Why Context Windows Are Limited

Memory: Each token requires storing attention information for every other token
Computation: Processing time grows quadratically with context length
Cost: Longer contexts require more GPU memory and compute

The relationship is roughly: memory and compute scale with O(n^2) where n is context length.
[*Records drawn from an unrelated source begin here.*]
def test_rows_with_no_outcome_are_named_and_counted_across_parts_of_a_million_rows():
    """The note names the first five rows and counts the rest, the same as from every row's number at once."""
    from scorecard.errors import describe_rows
    from scorecard.intake.roles import _check_both_classes, no_outcome_note, unknown_outcome_note

    outcome = np.zeros(2_500_003, dtype=np.int8)  # three parts of a million rows, the last short
    outcome[1::7] = BAD
    unknown = np.array([999_998, 999_999, 1_000_000, 1_000_001, 2_000_000, 2_500_002, 17])
    outcome[unknown] = UNKNOWN
    every = np.sort(unknown) + 2  # row numbers as a spreadsheet shows them
    assert unknown_outcome_note(outcome, "big.csv", "outcome") == \
        no_outcome_note("big.csv", "outcome", describe_rows(every.tolist()), 7)
    assert "rows 19, 1000000, 1000001, 1000002, 1000003 and 2 more: 7 rows have no outcome" in \
        unknown_outcome_note(outcome, "big.csv", "outcome")
    outcome[outcome == BAD] = REJECTED
    with pytest.raises(LedgerError, match="there are no bads"):
        _check_both_classes(outcome, "big.csv", "outcome")


# --------------------------------------------------------------------------------------------
# Weights and values


def weighted(value: float) -> pd.DataFrame:
    weights = np.ones(20)
    weights[4] = value
    return with_outcome(["good", "bad"] * 10, w=weights)


WEIGHTED = SETTINGS.replace(ledger={"weight_column": "w"})


def test_negative_weight():
    # frame index 4 is row 6 (hand-worked)
    with pytest.raises(LedgerError, match=r"column 'w', row 6: weight -1\.5 is negative \(1 row\)"):
        prepare_ledger(weighted(-1.5), WEIGHTED)


def test_missing_weight():
    with pytest.raises(LedgerError, match=r"column 'w', row 6: weight nan is missing or not a number"):
        prepare_ledger(weighted(np.nan), WEIGHTED)


def test_infinite_weight():
    with pytest.raises(LedgerError, match=r"column 'w', row 6: weight inf is not finite"):
        prepare_ledger(weighted(np.inf), WEIGHTED)


def test_weights_are_used():
    ledger = prepare_ledger(weighted(2.5), WEIGHTED)
    assert ledger.weight[4] == 2.5 and ledger.weight.sum() == 19 + 2.5  # hand-worked
    assert "w" not in ledger.frame.columns


def test_infinite_values_in_a_characteristic():
    x = (np.arange(20) % 5).astype(float)
    x[[3, 7]] = np.inf
    x[9] = -np.inf
    frame = pd.DataFrame({"x": x, "outcome": ["good", "bad"] * 10})
    # frame index 3, 7, 9 are rows 5, 9, 11 (hand-worked)
    with pytest.raises(LedgerError, match=r"column 'x', rows 5, 9 and 11: 3 infinite values"):
        prepare_ledger(frame, SETTINGS)


def test_all_missing_and_constant_columns_are_left_out_with_a_note():
    frame = with_outcome(
        ["good", "bad"] * 10, empty=np.nan, branch=7, flag=[1.0] * 19 + [np.nan],
    )
    with warnings.catch_warnings():
        warnings.simplefilter("error")  # leaving a column out is a note, not a warning or an error
        ledger = prepare_ledger(frame, SETTINGS)
    assert [c.name for c in ledger.characteristics] == ["x"]
    assert ledger.left_out == {
        "empty": "every value is missing",
        "branch": "every row has the same value (7)",
        "flag": "every value present is the same (1.0); only missingness varies",
    }
    assert "'branch' left out: every row has the same value (7)." in ledger.notes


# --------------------------------------------------------------------------------------------
# Formats and the input frame


def test_csv_parquet_xlsx_and_frame_give_the_same_ledger(tmp_path):
    frame = small_frame()
    frame.to_csv(tmp_path / "ledger.csv", index=False)
    frame.to_parquet(tmp_path / "ledger.parquet")
    frame.to_excel(tmp_path / "ledger.xlsx", index=False, engine="openpyxl")
    reference = prepare_ledger(frame, SETTINGS)
    for name in ("ledger.csv", "ledger.parquet", "ledger.xlsx"):
        ledger = prepare_ledger(read_ledger(tmp_path / name), SETTINGS, source=name)
        pd.testing.assert_frame_equal(ledger.frame, reference.frame)
        assert ledger.characteristics == reference.characteristics
        np.testing.assert_array_equal(ledger.outcome, reference.outcome)
        np.testing.assert_array_equal(ledger.weight, reference.weight)
        np.testing.assert_array_equal(ledger.sample, reference.sample)
        assert ledger.left_out == reference.left_out


def test_input_frame_is_not_modified():
    frame = small_frame()
    frame["applied"] = pd.date_range("2024-01-01", periods=len(frame), freq="7D").strftime("%Y-%m-%d")
    frame["w"] = 1.0
    frame["branch"] = 3
    before = copy.deepcopy(frame)
    settings = SETTINGS.replace(
        ledger={"date_column": "applied", "weight_column": "w"}, samples={"out_of_time_from": "2024-06-01"},
    )
    ledger = prepare_ledger(frame, settings)
    pd.testing.assert_frame_equal(frame, before)
    assert read_ledger(frame) is frame  # a frame is checked and handed back, not copied or changed
    assert ledger.frame is not frame


def test_kind_detection():
    frame = with_outcome(["good", "bad"] * 10, amount=np.linspace(1, 2, 20), home=["own", "rent"] * 10,
                         flag=[True, False] * 10)
    ledger = prepare_ledger(frame, SETTINGS)
    kinds = {c.name: c.kind for c in ledger.characteristics}
    assert kinds == {"x": NUMERIC, "amount": NUMERIC, "home": CATEGORICAL, "flag": CATEGORICAL}


def test_kind_override_on_numeric_codes():
    frame = with_outcome(["good", "bad"] * 10, region=[11, 22, 33, 44] * 5)
    settings = SETTINGS.replace(characteristics={"region": CharacteristicSettings(kind="categorical")})
    ledger = prepare_ledger(frame, settings)
    assert ledger.characteristic("region").kind == CATEGORICAL
    assert ledger.characteristic("x").kind == NUMERIC


def test_numeric_kind_on_a_text_column_is_an_error():
    frame = with_outcome(["good", "bad"] * 10, home=["own", "rent"] * 10)
    settings = SETTINGS.replace(characteristics={"home": CharacteristicSettings(kind="numeric")})
    with pytest.raises(LedgerError, match=r"column 'home', rows 2, 3, 4, 5, 6 and 15 more: the column is read as numbers, but "
                                          r"these rows hold text \('own', 'rent'\)"):
        prepare_ledger(frame, settings)


def test_special_values_are_recorded():
    frame = with_outcome(["good", "bad"] * 10, months=[-1, 3, 999, 12] * 5)
    settings = SETTINGS.replace(characteristics={"months": CharacteristicSettings(special_values=(-1.0, 999.0))})
    ledger = prepare_ledger(frame, settings)
    assert ledger.characteristic("months").special_values == (-1.0, 999.0)
    assert ledger.characteristic("x").special_values == ()


def test_identifier_column_is_left_out_with_a_note_unless_use_auto():
    frame = with_outcome(["good", "bad"] * 15, app_id=np.arange(5000, 5030), ref=[f"A{i:04d}" for i in range(30)])
    ledger = prepare_ledger(frame, SETTINGS)
    assert ledger.left_out["app_id"].startswith("it looks like an identifier (30 distinct values in 30 rows)")
    assert ledger.left_out["ref"].startswith("it looks like an identifier (30 distinct values in 30 rows)")
    assert any(note.startswith("'app_id' left out: it looks like an identifier") for note in ledger.notes)
    kept = prepare_ledger(frame, SETTINGS.replace(characteristics={"app_id": CharacteristicSettings(use="auto")}))
    assert kept.characteristic("app_id").kind == NUMERIC
    assert "app_id" not in kept.left_out


def test_date_column_is_left_out_with_a_note_unless_use_auto():
    # one distinct date per row: still a date column, not an identifier
    dates = pd.date_range("2024-01-01", periods=30, freq="D")
    frame = with_outcome(["good", "bad"] * 15, applied=dates.strftime("%Y-%m-%d"), stamped=dates)
    ledger = prepare_ledger(frame, SETTINGS)
    assert ledger.left_out["applied"].startswith("it holds dates")
    assert ledger.left_out["stamped"].startswith("it holds dates")
    kept = prepare_ledger(frame, SETTINGS.replace(characteristics={"applied": CharacteristicSettings(use="auto")}))
    assert kept.characteristic("applied").kind == CATEGORICAL


def test_date_column_named_in_settings_is_parsed():
    frame = with_outcome(["good", "bad"] * 10, applied=pd.date_range("2024-01-30", periods=20).strftime("%Y-%m-%d"))
    ledger = prepare_ledger(frame, SETTINGS.replace(ledger={"date_column": "applied"}))
    assert ledger.dates[0] == np.datetime64("2024-01-30") and ledger.dates[-1] == np.datetime64("2024-02-18")
    assert "applied" not in ledger.frame.columns and "applied" not in ledger.left_out


def test_text_in_the_date_column_is_named():
    applied = list(pd.date_range("2024-01-01", periods=20).strftime("%Y-%m-%d"))
    applied[6] = "soon"
    frame = with_outcome(["good", "bad"] * 10, applied=applied)
    with pytest.raises(LedgerError, match=r"column 'applied', row 8: 'soon' is not a date \(1 row\)"):
        prepare_ledger(frame, SETTINGS.replace(ledger={"date_column": "applied"}))


# --------------------------------------------------------------------------------------------
# Samples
Doubling the context quadruples the resources needed.

Context Window Sizes

Different models offer different context sizes:

Model	Context Window	Approx Pages*
GPT-3.5	16K tokens	~20 pages
GPT-4	128K tokens	~160 pages
GPT-4o	128K tokens	~160 pages
Claude 3 Haiku	200K tokens	~250 pages
Claude 3.5 Sonnet	200K tokens	~250 pages
Claude 3 Opus	200K tokens	~250 pages
Gemini 1.5 Pro	1M tokens	~1,250 pages
Gemini 1.5 Flash	1M tokens	~1,250 pages

*Assuming ~800 tokens per page of text

What Can Fit in Different Context Sizes?

Context Size	Real-World Equivalent
4K tokens	A long email or short article
16K tokens	A research paper
128K tokens	A short novel
200K tokens	Multiple research papers
1M tokens	Several books

The "Lost in the Middle" Problem

Research has shown that LLMs do not treat all parts of the context equally. Information in the middle of long contexts is often "lost" or given less attention.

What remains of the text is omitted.